Problem: Copy exactly the lines of the material below that run from the one containing "UploadedFile, form: 'minimum-ratio'" through the one containing "const r = number(raw);". Copy no other lines.

Source data:
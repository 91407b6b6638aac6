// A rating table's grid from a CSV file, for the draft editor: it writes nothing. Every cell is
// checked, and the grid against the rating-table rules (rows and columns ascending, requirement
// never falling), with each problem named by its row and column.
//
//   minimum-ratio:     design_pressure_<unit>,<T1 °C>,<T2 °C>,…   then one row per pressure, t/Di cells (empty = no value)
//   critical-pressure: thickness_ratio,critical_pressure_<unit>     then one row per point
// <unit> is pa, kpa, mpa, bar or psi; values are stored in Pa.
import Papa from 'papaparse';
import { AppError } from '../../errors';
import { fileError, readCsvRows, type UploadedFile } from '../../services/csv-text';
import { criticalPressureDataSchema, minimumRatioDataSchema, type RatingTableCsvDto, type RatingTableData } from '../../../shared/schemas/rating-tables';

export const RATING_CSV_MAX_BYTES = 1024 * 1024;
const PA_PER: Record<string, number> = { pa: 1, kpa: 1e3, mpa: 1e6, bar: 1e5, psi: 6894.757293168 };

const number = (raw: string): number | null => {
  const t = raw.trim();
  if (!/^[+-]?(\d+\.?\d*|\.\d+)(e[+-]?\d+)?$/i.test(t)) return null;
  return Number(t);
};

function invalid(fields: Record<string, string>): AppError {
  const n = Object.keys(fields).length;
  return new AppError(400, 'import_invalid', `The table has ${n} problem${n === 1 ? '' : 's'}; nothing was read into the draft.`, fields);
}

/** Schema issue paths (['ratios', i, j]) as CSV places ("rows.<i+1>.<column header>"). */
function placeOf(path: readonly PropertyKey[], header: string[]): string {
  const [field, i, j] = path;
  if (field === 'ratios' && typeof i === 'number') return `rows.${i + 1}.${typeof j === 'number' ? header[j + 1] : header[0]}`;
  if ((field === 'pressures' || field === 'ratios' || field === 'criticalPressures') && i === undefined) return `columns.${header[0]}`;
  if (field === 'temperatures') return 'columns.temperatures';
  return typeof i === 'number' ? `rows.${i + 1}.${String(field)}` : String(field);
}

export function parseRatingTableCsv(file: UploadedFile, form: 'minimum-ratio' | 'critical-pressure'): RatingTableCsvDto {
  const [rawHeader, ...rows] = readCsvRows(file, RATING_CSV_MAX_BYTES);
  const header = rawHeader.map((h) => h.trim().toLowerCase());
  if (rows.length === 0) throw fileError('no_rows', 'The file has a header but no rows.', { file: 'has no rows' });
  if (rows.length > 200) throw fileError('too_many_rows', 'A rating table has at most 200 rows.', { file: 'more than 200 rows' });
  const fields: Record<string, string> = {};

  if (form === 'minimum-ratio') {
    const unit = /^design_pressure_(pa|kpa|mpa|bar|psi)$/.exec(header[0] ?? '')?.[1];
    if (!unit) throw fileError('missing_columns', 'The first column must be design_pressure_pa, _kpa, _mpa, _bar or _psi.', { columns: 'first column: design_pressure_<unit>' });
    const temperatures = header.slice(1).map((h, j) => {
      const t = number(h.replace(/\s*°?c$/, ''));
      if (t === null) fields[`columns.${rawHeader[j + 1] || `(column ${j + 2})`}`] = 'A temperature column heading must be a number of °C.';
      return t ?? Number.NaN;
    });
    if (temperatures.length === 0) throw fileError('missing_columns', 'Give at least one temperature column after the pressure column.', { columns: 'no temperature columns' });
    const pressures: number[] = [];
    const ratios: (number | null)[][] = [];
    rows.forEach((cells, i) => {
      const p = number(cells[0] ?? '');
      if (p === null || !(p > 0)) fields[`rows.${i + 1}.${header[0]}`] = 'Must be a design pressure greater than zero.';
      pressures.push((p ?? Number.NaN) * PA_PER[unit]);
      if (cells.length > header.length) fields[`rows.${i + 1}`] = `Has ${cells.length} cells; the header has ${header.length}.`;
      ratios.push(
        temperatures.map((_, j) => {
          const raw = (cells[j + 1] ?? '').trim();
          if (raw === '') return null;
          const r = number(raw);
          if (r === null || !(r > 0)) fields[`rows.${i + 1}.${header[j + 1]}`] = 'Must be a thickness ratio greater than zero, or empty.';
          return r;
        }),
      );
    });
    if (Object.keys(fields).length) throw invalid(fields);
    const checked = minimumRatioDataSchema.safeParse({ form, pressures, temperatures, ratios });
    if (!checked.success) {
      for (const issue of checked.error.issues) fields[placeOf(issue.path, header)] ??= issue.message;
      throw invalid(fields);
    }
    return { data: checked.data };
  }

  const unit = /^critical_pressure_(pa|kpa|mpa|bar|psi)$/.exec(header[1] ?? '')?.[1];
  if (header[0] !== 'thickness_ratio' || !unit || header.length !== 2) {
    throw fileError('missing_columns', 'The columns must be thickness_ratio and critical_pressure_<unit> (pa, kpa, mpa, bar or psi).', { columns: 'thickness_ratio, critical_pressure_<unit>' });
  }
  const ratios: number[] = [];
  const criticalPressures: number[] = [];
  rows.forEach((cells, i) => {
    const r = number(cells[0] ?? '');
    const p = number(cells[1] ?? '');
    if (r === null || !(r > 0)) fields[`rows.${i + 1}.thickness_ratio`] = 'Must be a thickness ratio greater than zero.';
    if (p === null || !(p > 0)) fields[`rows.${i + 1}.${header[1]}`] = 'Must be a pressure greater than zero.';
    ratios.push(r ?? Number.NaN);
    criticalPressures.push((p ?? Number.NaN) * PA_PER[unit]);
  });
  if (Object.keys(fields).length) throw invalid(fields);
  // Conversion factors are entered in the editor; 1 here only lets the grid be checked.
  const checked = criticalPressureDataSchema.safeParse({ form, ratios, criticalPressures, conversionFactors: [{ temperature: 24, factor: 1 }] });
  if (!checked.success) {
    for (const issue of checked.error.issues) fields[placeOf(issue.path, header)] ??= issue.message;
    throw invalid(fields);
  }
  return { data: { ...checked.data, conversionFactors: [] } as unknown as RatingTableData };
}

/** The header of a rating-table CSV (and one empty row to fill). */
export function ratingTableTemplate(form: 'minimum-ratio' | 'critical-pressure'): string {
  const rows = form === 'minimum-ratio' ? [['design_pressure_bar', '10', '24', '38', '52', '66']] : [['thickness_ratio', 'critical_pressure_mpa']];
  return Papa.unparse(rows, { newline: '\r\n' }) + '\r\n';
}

---

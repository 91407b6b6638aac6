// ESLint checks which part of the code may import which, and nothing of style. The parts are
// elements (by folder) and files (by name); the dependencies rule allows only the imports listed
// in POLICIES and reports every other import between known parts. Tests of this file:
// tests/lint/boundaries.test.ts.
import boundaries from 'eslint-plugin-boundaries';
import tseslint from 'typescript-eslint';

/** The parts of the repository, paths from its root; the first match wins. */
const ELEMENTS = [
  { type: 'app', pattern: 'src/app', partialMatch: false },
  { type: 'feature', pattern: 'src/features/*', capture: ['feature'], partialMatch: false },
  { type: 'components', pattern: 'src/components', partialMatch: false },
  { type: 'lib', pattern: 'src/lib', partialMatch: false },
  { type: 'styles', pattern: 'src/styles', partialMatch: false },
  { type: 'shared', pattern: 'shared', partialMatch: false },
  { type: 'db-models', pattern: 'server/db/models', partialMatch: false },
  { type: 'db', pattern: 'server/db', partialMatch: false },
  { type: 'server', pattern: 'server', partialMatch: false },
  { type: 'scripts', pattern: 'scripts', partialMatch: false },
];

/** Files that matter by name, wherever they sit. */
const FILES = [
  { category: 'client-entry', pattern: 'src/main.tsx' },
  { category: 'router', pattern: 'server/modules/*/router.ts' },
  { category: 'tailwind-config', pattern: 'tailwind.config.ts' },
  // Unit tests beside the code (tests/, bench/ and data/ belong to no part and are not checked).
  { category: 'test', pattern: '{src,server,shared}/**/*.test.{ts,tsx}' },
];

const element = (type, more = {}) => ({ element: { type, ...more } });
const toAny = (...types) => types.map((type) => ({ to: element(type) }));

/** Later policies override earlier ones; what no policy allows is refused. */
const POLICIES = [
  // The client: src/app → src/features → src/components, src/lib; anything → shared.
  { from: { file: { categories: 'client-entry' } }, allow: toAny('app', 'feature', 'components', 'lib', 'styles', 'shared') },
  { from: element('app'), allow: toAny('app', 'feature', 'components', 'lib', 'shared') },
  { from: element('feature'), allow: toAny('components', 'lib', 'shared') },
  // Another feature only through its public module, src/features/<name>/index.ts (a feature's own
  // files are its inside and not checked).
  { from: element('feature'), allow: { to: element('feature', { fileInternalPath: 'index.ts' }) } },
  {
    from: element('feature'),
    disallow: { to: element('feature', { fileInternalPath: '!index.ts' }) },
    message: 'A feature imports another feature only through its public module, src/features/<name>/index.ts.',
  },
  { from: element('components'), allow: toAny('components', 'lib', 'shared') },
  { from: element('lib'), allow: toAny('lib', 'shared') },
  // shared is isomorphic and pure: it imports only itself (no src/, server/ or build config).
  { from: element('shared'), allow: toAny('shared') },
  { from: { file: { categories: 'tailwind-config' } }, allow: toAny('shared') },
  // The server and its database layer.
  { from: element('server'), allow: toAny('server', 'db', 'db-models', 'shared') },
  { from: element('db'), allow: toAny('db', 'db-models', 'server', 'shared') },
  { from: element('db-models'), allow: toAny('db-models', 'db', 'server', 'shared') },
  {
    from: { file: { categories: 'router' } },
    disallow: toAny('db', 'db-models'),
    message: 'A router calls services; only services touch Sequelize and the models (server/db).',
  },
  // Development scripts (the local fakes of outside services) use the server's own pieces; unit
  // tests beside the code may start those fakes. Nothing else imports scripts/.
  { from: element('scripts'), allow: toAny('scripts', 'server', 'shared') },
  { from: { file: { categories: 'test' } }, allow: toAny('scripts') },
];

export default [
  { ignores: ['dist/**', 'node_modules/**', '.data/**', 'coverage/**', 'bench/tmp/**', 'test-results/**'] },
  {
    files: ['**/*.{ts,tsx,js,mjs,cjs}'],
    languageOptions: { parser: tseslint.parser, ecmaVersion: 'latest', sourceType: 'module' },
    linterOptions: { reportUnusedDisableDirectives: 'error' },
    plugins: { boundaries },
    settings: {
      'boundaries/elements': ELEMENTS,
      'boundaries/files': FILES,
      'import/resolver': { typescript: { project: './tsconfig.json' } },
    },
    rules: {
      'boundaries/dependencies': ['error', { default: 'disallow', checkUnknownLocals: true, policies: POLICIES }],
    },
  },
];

==

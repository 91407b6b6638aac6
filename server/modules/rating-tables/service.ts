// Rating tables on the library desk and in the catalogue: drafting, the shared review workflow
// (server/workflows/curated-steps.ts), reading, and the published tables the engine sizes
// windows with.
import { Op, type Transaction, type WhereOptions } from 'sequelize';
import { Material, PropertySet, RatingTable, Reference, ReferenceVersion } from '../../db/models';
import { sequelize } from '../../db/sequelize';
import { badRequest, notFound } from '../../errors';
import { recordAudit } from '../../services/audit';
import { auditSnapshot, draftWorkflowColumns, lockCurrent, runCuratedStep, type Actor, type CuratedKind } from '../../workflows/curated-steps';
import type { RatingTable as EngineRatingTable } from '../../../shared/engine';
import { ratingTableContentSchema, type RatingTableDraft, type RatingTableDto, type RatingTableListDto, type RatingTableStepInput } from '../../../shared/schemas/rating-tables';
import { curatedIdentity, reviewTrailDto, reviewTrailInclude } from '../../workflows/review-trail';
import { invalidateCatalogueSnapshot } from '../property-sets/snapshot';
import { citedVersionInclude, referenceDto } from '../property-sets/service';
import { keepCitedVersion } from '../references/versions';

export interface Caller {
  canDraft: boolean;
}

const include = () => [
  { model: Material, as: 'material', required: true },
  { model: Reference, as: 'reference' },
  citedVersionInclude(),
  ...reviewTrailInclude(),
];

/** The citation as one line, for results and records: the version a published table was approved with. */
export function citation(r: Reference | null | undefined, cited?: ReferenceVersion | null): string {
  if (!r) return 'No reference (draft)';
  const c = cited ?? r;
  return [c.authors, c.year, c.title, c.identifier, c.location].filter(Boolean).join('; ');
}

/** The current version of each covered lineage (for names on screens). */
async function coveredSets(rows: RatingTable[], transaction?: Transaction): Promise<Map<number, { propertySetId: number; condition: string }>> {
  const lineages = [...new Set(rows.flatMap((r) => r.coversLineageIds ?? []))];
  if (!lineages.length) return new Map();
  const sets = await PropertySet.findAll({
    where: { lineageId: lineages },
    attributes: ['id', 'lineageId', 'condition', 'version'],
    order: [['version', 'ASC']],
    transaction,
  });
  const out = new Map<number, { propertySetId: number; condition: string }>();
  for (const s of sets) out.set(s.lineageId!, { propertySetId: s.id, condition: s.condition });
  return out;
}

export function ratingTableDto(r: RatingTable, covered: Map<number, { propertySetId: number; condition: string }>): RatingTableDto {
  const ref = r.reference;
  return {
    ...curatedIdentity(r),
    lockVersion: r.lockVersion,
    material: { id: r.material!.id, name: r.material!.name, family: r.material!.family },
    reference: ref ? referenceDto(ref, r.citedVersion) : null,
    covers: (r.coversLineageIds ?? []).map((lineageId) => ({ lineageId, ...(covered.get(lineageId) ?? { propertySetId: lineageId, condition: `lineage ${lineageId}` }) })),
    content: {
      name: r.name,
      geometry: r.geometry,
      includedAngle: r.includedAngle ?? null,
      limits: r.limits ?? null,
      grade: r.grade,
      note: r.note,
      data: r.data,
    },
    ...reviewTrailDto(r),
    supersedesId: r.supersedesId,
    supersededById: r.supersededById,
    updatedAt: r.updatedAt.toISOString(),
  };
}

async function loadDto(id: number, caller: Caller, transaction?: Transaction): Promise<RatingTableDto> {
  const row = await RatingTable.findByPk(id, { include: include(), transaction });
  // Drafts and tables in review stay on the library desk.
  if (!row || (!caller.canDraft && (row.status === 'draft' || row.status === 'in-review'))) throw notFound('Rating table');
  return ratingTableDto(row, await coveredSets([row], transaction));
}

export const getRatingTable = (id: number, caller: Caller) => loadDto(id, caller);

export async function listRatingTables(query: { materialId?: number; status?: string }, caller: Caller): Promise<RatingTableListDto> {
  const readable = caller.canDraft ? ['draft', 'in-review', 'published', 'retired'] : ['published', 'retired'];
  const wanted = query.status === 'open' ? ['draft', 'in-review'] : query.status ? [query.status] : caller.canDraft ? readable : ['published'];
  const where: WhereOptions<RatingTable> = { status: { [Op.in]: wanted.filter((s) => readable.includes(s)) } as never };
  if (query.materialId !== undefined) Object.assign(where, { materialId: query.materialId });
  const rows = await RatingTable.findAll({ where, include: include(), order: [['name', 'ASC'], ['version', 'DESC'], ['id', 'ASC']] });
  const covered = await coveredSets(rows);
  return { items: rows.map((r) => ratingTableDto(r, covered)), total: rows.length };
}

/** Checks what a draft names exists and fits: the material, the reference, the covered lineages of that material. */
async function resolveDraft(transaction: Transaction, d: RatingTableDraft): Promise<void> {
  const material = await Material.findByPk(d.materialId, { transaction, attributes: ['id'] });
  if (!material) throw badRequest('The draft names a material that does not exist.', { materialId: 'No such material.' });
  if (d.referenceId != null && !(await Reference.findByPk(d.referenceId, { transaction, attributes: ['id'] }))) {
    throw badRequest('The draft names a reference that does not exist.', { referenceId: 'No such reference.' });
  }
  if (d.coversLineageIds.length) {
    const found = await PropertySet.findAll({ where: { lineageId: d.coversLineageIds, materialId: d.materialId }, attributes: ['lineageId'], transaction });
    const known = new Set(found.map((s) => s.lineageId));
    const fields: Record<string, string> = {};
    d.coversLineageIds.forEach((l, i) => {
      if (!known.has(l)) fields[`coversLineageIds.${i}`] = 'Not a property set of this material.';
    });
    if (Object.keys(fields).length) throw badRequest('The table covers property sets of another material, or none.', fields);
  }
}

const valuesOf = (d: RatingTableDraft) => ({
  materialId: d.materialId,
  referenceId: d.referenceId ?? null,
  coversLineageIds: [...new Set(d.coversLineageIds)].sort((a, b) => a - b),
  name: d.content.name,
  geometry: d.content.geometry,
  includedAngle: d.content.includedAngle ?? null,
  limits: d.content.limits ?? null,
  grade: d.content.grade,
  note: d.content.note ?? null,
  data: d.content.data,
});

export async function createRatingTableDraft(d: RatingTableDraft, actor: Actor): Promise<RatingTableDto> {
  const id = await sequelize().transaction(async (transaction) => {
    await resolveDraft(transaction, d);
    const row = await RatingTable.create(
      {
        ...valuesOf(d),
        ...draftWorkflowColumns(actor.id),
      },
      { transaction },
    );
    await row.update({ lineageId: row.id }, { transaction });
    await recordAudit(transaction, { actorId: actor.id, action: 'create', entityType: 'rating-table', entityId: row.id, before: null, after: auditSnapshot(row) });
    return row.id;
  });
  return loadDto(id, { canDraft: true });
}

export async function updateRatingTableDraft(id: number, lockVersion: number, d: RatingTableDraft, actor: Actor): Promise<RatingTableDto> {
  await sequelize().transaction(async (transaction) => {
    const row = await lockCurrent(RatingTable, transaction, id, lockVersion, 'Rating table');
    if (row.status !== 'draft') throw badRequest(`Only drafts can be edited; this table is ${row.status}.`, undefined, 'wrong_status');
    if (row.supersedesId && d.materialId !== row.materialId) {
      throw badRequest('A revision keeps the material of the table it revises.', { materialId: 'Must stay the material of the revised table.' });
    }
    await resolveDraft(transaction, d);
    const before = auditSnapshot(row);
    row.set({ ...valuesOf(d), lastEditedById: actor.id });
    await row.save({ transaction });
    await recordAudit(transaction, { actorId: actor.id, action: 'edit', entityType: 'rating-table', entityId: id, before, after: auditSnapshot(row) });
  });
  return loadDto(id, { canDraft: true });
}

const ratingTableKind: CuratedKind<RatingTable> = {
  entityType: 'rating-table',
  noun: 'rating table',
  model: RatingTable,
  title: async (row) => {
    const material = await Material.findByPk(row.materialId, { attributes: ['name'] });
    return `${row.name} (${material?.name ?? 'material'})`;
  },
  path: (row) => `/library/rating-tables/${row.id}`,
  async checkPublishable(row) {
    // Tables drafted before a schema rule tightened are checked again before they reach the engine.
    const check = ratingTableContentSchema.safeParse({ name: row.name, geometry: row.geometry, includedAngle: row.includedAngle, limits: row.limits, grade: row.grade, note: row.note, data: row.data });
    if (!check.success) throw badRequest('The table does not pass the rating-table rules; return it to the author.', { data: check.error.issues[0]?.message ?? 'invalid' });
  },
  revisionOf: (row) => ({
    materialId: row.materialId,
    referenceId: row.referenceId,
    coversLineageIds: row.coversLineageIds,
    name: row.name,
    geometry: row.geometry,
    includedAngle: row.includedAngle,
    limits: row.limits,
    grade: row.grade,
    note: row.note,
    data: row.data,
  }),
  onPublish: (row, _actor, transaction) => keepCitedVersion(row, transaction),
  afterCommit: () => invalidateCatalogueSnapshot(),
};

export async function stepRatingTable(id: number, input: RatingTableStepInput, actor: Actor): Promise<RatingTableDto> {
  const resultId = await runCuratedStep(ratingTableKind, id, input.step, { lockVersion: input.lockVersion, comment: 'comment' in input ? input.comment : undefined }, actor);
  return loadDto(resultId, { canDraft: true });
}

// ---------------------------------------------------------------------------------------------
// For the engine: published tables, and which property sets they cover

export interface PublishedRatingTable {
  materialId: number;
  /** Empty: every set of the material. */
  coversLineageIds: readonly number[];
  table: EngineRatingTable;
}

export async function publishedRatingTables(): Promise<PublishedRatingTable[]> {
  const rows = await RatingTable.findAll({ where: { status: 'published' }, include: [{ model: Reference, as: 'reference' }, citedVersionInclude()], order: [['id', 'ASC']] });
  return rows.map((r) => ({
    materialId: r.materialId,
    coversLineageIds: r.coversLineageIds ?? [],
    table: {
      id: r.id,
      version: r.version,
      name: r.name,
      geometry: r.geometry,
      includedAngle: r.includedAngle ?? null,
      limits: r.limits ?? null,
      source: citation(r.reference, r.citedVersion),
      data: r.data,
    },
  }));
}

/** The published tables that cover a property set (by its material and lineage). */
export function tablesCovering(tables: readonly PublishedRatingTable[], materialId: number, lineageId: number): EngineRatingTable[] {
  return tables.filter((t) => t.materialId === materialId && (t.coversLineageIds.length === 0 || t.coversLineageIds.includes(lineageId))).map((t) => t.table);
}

Response for this exercise:
export function parseRatingTableCsv(file: UploadedFile, form: 'minimum-ratio' | 'critical-pressure'): RatingTableCsvDto {
  const [rawHeader, ...rows] = readCsvRows(file, RATING_CSV_MAX_BYTES);
  const header = rawHeader.map((h) => h.trim().toLowerCase());
  if (rows.length === 0) throw fileError('no_rows', 'The file has a header but no rows.', { file: 'has no rows' });
  if (rows.length > 200) throw fileError('too_many_rows', 'A rating table has at most 200 rows.', { file: 'more than 200 rows' });
  const fields: Record<string, string> = {};

  if (form === 'minimum-ratio') {
    const unit = /^design_pressure_(pa|kpa|mpa|bar|psi)$/.exec(header[0] ?? '')?.[1];
    if (!unit) throw fileError('missing_columns', 'The first column must be design_pressure_pa, _kpa, _mpa, _bar or _psi.', { columns: 'first column: design_pressure_<unit>' });
    const temperatures = header.slice(1).map((h, j) => {
      const t = number(h.replace(/\s*°?c$/, ''));
      if (t === null) fields[`columns.${rawHeader[j + 1] || `(column ${j + 2})`}`] = 'A temperature column heading must be a number of °C.';
      return t ?? Number.NaN;
    });
    if (temperatures.length === 0) throw fileError('missing_columns', 'Give at least one temperature column after the pressure column.', { columns: 'no temperature columns' });
    const pressures: number[] = [];
    const ratios: (number | null)[][] = [];
    rows.forEach((cells, i) => {
      const p = number(cells[0] ?? '');
      if (p === null || !(p > 0)) fields[`rows.${i + 1}.${header[0]}`] = 'Must be a design pressure greater than zero.';
      pressures.push((p ?? Number.NaN) * PA_PER[unit]);
      if (cells.length > header.length) fields[`rows.${i + 1}`] = `Has ${cells.length} cells; the header has ${header.length}.`;
      ratios.push(
        temperatures.map((_, j) => {
          const raw = (cells[j + 1] ?? '').trim();
          if (raw === '') return null;
          const r = number(raw);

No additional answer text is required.